== ASSIGNED TASK ==
From the records below, transcribe only the lines running from the one with "of the table." through the one with "pub fn meaning_in(&self, n: Notation)". Keep both of those end lines.

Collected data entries

/// The unit dimension of a quantity: how a value is converted to output units and
/// labelled.
#[derive(Debug, Clone, Copy, PartialEq)]
pub enum Dim {
    /// A file length to this power (1 length, 2 area, 4 second moment, 6 warping).
    L(i32),
    /// A length given in metres.
    Metres,
    /// Degrees.
    Deg,
    /// A fraction: JSON gives it as it stands, the views in percent.
    Fraction,
    /// A pure number.
    One,
    Mass,
    Force,
    Moment,
    Stress,
    Deflection,
    /// Not a number (text, counts, the `null` of an object not formed).
    None,
}

impl Dim {
    /// `x` in output units, as JSON gives it.
    pub fn json(self, x: f64, u: &OutUnits) -> f64 {
        match self {
            Dim::L(p) => u.geo(x, p),
            Dim::Metres => u.metres(x),
            Dim::Mass => u.mass().from_si(x),
            Dim::Force => u.force().from_si(x),
            Dim::Moment => u.moment().from_si(x),
            Dim::Stress => u.stress().from_si(x),
            Dim::Deflection => u.deflection().from_si(x),
            Dim::Deg | Dim::Fraction | Dim::One | Dim::None => x,
        }
    }
    /// `x` as the views show it.
    pub fn shown(self, x: f64, u: &OutUnits) -> f64 {
        match self {
            Dim::Fraction => 100.0 * x,
            _ => self.json(x, u),
        }
    }
    /// The unit's label in the views.
    pub fn label(self, u: &OutUnits) -> String {
        match self {
            Dim::L(p) => u.label(p),
            Dim::Metres => u.label(1),
            Dim::Deg => "°".into(),
            Dim::Fraction => "%".into(),
            Dim::One | Dim::None => String::new(),
            Dim::Mass => u.mass().name.into(),
            Dim::Force => u.force().name.into(),
            Dim::Moment => u.moment().name.into(),
            Dim::Stress => u.stress().name.into(),
            Dim::Deflection => u.deflection().name.into(),
        }
    }
}

/// One quantity of the table.
pub struct Quantity {
    pub group: &'static str,
    /// Symbol in the views, unique within a section; `""` for JSON-only entries. With
    /// a `|`, the x–y symbol then the y–z one ([`Notation`]).
    pub symbol: &'static str,
    /// What it means; with a `|`, in x–y then in y–z terms.
    pub meaning: &'static str,
    /// Dotted path in the JSON object (FORMAT.md).
    pub path: &'static str,
    pub dim: Dim,
    pub get: fn(&Analysis) -> Cell,
}

impl Quantity {
    /// Shown as a row in the views (not only in JSON).
    pub fn shown(&self) -> bool {
        !self.symbol.is_empty()
    }

    /// The symbol in notation `n`.
    pub fn symbol_in(&self, n: Notation) -> &'static str {
        n.pick(self.symbol)
    }

    /// What a table heads the result with: its symbol in notation `n`, or its JSON
    /// path when it has none.
    pub fn name_in(&self, n: Notation) -> &'static str {
        if self.shown() {
            self.symbol_in(n)
        } else {
            self.path
        }
    }

    /// The meaning in notation `n`.
    pub fn meaning_in(&self, n: Notation) -> &'static str {
        n.pick(self.meaning)
    }

    /// How its change against a baseline reads: a difference for coordinates and
    /// angles (their zero is a choice of origin), the change of magnitude for stresses
    /// (−116.9 → −99.5 MPa is a lower stress), none for the finite-element error
    /// estimate (it grades a solve, not the section), else relative.
    pub fn compare(&self) -> Compare {
        let coordinate = [
            "centroid.",
            "plastic_axis.",
            "torsion.shear_centre.",
            "stress.max_",
        ]
        .iter()
        .any(|p| self.path.starts_with(p))
            && !self.path.ends_with(".value");
        match self.dim {
            _ if self.path == "torsion.rel_error" => Compare::Omit,
            Dim::Deg => Compare::Difference,
            _ if coordinate => Compare::Difference,
            Dim::Stress => Compare::Magnitude,
            _ => Compare::Relative,
        }
    }

    /// One of the section's own properties, which the net section repeats (FORMAT.md
    /// `net`: area, centroid, inertia, principal, elastic and plastic moduli, gyration).
    pub fn in_net(&self) -> bool {
        let head = self.path.split('.').next().unwrap_or_default();
        NET_KEYS.contains(&head)
    }
}
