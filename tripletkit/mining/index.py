"""faiss indexes over the table's unit rows, the widening search the miner relies on, and its recall.

Every index holds the L2-normalised float32 rows and scores by inner product, the cosine: ``exact``
(``faiss.IndexFlatIP``, the reference), ``ivf`` (``faiss.IndexIVFFlat``, spherical k-means
centroids trained on a seeded sample; only ``nprobe`` lists are scanned) and ``hnsw``
(``faiss.IndexHNSWFlat``, a graph walk). ``auto`` is ``exact`` below ``exact_below`` rows and
``ivf`` from there on: IVF is deterministic to build and search, unlike a multi-threaded HNSW
build, so ``auto`` keeps byte-identical outputs. :meth:`SearchIndex.within` returns every row
above each query's own cosine threshold, never truncated: a top-k search first, widened by a range
search (exact, ivf) or by doubling k (hnsw) where the k-th neighbour is still above the threshold.

faiss's float32 scores only pre-select, within :func:`~tripletkit.mining.cosines.score_slack`;
callers decide membership on exact float64 cosines. Nothing here changes faiss's global thread
count except :func:`faiss_threads`, for the duration of a ``with`` block.
"""

from __future__ import annotations

import contextlib
import math
from dataclasses import dataclass

import faiss
import numpy as np

from .._errors import TripletkitError
from .cosines import exact_cosine, exact_scores, score_slack

__all__ = ["KINDS", "SearchIndex", "Neighbours", "resolve_kind", "build_index", "scan_within", "estimate_recall",
           "faiss_threads"]

#: Index kinds that :func:`build_index` builds (``auto`` resolves to one of them).
KINDS = ("exact", "ivf", "hnsw")

# Most queries passed to one faiss range search: large enough for BLAS efficiency.
_RANGE_CHUNK_MAX = 4096


def resolve_kind(kind, n, exact_below):
    """The index kind for ``n`` rows: ``auto`` is ``exact`` below ``exact_below`` rows, else ``ivf``."""
    if kind == "auto":
        return "exact" if n < exact_below else "ivf"
    if kind not in KINDS:
        raise TripletkitError(f"index must be one of auto, {', '.join(KINDS)}; got {kind!r}")
    return kind


@contextlib.contextmanager
def faiss_threads(threads):
    """Run the block with ``threads`` faiss/OpenMP threads (0: leave faiss's setting alone)."""
    if not threads:
        yield
        return
    previous = faiss.omp_get_max_threads()
    faiss.omp_set_num_threads(int(threads))
    try:
        yield
    finally:
        faiss.omp_set_num_threads(previous)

== RESPONSE BOX ==
/// One quantity of the table.
pub struct Quantity {
    pub group: &'static str,
    /// Symbol in the views, unique within a section; `""` for JSON-only entries. With
    /// a `|`, the x–y symbol then the y–z one ([`Notation`]).
    pub symbol: &'static str,
    /// What it means; with a `|`, in x–y then in y–z terms.
    pub meaning: &'static str,
    /// Dotted path in the JSON object (FORMAT.md).
    pub path: &'static str,
    pub dim: Dim,
    pub get: fn(&Analysis) -> Cell,
}

impl Quantity {
    /// Shown as a row in the views (not only in JSON).
    pub fn shown(&self) -> bool {
        !self.symbol.is_empty()
    }

    /// The symbol in notation `n`.
    pub fn symbol_in(&self, n: Notation) -> &'static str {
        n.pick(self.symbol)
    }

    /// What a table heads the result with: its symbol in notation `n`, or its JSON
    /// path when it has none.
    pub fn name_in(&self, n: Notation) -> &'static str {
        if self.shown() {
            self.symbol_in(n)
        } else {
            self.path
        }
    }

    /// The meaning in notation `n`.
    pub fn meaning_in(&self, n: Notation) -> &'static str {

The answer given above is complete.